When two amino acids bond to each other through their side chains, they normally do so through a disulfide bond. The particular side chain involved is the sulfhydryl group (-SH). Oxidation of the thiol group yields a disulfide (S-S) bond. The presence of S-S then helps to maintain the tertiary structure of the protein. An amino acid that commonly forms S-S bonds in proteins in cysteine. When two cysteines are bonded by an S-S bond, the resulting molecule between the two protein chains is called cystine. The figure below shows the formation of a disulfide bond. The R on each side group represents the remainder of the amino acid.
R R | | SH S oxidation-> | + 2H SH S | | R R
In proteins that contain more than one disulfide bond, proper pairing of the cysteine residues is important for normal structure and activity.

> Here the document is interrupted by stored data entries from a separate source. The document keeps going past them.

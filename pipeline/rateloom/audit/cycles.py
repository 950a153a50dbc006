"""Cycles of reactions that lead back to the same molecules but not to the same energy.

A cycle is a combination of reactions, forwards or backwards, that changes nothing once names of one molecule are
merged. Of all cycles through a molecule with two names the shortest is sought.
"""

from collections import Counter, defaultdict
from collections.abc import Mapping, Sequence
from dataclasses import dataclass
from fractions import Fraction
from math import lcm

import numpy as np
from scipy.constants import N_A, kilo
from scipy.optimize import LinearConstraint, milp
from scipy.sparse import coo_array, hstack

from rateloom.arrays import FloatArray

_LARGEST_DENOMINATOR = 12  # of the number of times a reaction runs
_NOTHING = 1e-6
_SHOWN = 8  # steps of a cycle that are written out


@dataclass(frozen=True, slots=True)
class Balance:
    """What a reaction changes."""

    name: str
    change: Mapping[str, int]
    """Molecules formed less those consumed, by name of the species."""


@dataclass(frozen=True, slots=True, kw_only=True)
class OpenCycle:
    """A cycle that does not close."""

    first: str
    second: str
    """Two names of one molecule."""
    steps: tuple[tuple[str, float], ...]
    """(reaction, times forwards; negative backwards)"""
    sum_kJ_per_mol: float

    @property
    def words(self) -> str:
        """Write e.g. ``ch4-h + 2 h2-oh (backwards)``."""
        parts = []
        for name, times in self.steps[:_SHOWN]:
            count = "" if abs(times) == 1 else f"{abs(times):g} "
            parts.append(f"{count}{name}{' (backwards)' if times < 0 else ''}")
        if len(self.steps) > _SHOWN:
            parts.append(f"{len(self.steps) - _SHOWN} more reactions")
        return " + ".join(parts)


def open_cycles(
    reactions: Sequence[Balance],
    energies: Mapping[str, float],
    molecules: Mapping[str, int],
    limit_kJ_per_mol: float,
) -> list[OpenCycle]:
    """Find cycles whose reaction energies do not add up to zero.

    Parameters
    ----------
    reactions : sequence of Balance
        Of species whose energies are known.
    energies : mapping of str to float
        Ground-level energy by name of the species [J].
    molecules : mapping of str to int
        A number by name, the same for names of one molecule [1].
    limit_kJ_per_mol : float
        What counts as zero [kJ/mol].

    Returns
    -------
    list of OpenCycle
        One for each further name of a molecule, where reactions close a cycle through it.

    References
    ----------
    .. [1] W. R. Smith, R. W. Missen, Chemical Reaction Equilibrium Analysis, Wiley, 1982, ch. 2, for the matrix of
       stoichiometric coefficients (from memory).
    """
    reactions = _in_cycles(reactions, molecules)
    used = {name for reaction in reactions for name in reaction.change}
    names_of: dict[int, list[str]] = defaultdict(list)
    for name in energies:
        if name in used:
            names_of[molecules[name]].append(name)
    found = []
    for first, *others in names_of.values():
        for second in others:
            if abs(energies[second] - energies[first]) * N_A / kilo <= limit_kJ_per_mol:
                continue
            times = _cycle_through(second, reactions, molecules)
            if times is None:
                continue
            total = sum(
                t * energies[n] * i for t, r in zip(times, reactions, strict=True) for n, i in r.change.items()
            )
            if abs(total) * N_A / kilo > limit_kJ_per_mol:
                steps = tuple((r.name, t) for t, r in zip(times, reactions, strict=True) if t)
                found.append(
                    OpenCycle(first=first, second=second, steps=steps, sum_kJ_per_mol=float(total) * N_A / kilo)
                )
    return found


def _in_cycles(reactions: Sequence[Balance], molecules: Mapping[str, int]) -> list[Balance]:
    """Drop, again and again, reactions that alone change the number of some molecule: no cycle holds them."""
    left = [(reaction, _merged(reaction, molecules)) for reaction in reactions]
    while True:
        uses = Counter(molecule for _, change in left for molecule in change)
        kept = [(reaction, change) for reaction, change in left if all(uses[molecule] > 1 for molecule in change)]
        if len(kept) == len(left):
            return [reaction for reaction, _ in left]
        left = kept


def _merged(reaction: Balance, molecules: Mapping[str, int]) -> dict[int, int]:
    """What a reaction changes by molecule, whatever its names."""
    change: Counter[int] = Counter()
    for name, number in reaction.change.items():
        change[molecules[name]] += number
    return {molecule: number for molecule, number in change.items() if number}


def _cycle_through(name: str, reactions: Sequence[Balance], molecules: Mapping[str, int]) -> list[float] | None:
    """How often each reaction runs in the shortest cycle that consumes a molecule under this name."""
    entries: dict[tuple[int, int], int] = defaultdict(int)
    for column, reaction in enumerate(reactions):
        for species, number in reaction.change.items():
            entries[molecules[species] + 1, column] += number
            if species == name:
                entries[0, column] += number
    rows, columns = zip(*entries, strict=True)
    compact = {row: place for place, row in enumerate(sorted(set(rows)))}  # row 0 is that of the name
    matrix = coo_array(
        (np.array(list(entries.values()), dtype=float), ([compact[row] for row in rows], columns)),
        shape=(len(compact), len(reactions)),
    ).tocsc()
    least = np.zeros(len(compact))
    least[0] = -np.inf
    most = np.zeros(len(compact))
    most[0] = -1.0
    # Without whole numbers the search stays a linear program, whose corners leave most reactions out.
    answer = milp(
        np.ones(2 * len(reactions)),
        constraints=LinearConstraint(hstack([matrix, -matrix]), least, most),
    )
    if answer.x is None:
        return None
    return _whole(answer.x[: len(reactions)] - answer.x[len(reactions) :])


def _whole(times: FloatArray) -> list[float]:
    """Multiply a cycle so that every reaction runs a whole number of times, if a small multiple does that."""
    fractions = [Fraction(float(t)).limit_denominator(_LARGEST_DENOMINATOR) for t in times]
    if max(abs(float(f) - t) for f, t in zip(fractions, times, strict=True)) > _NOTHING:
        return [float(t) if abs(t) > _NOTHING else 0.0 for t in times]
    multiple = lcm(*(fraction.denominator for fraction in fractions))
    return [float(fraction * multiple) for fraction in fractions]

Disulfide bonds play an imporant protective role for bacteria as a reversible switch that turns a protein on or off when bacterial cells are exposed to oxidation reactions. Hydrogen peroxide (H2O2) in particular can severely damage DNA and kill the bacterium at low concentrations if it weren't for the protective action of the SS-bond.
In eukaryotic cells, disulfide bonds are formed in the lumen of the RER (rough endoplasmic reticulum) but not in the cytosol. Thus disulfide bonds are found only in secretory proteins, lysosomal proteins, and the exoplasmic domains of membrane proteins.
Hair is a biological polymer, with over 90% of its dry weight made of proteins called keratins. Under normal conditions, human hair contains around 10% water, which modifies its mechanical properties considerably. Hair proteins are held together by disulfide bonds, from the amino acid cysteine. These links are very robust: for example, virtually intact hair has been recovered from ancient Egyptian tombs. Different parts of the hair have different cysteine levels, leading to harder or softer material. Breaking and making disulfide bonds governs the phenomenon of wavy or frizzy hair.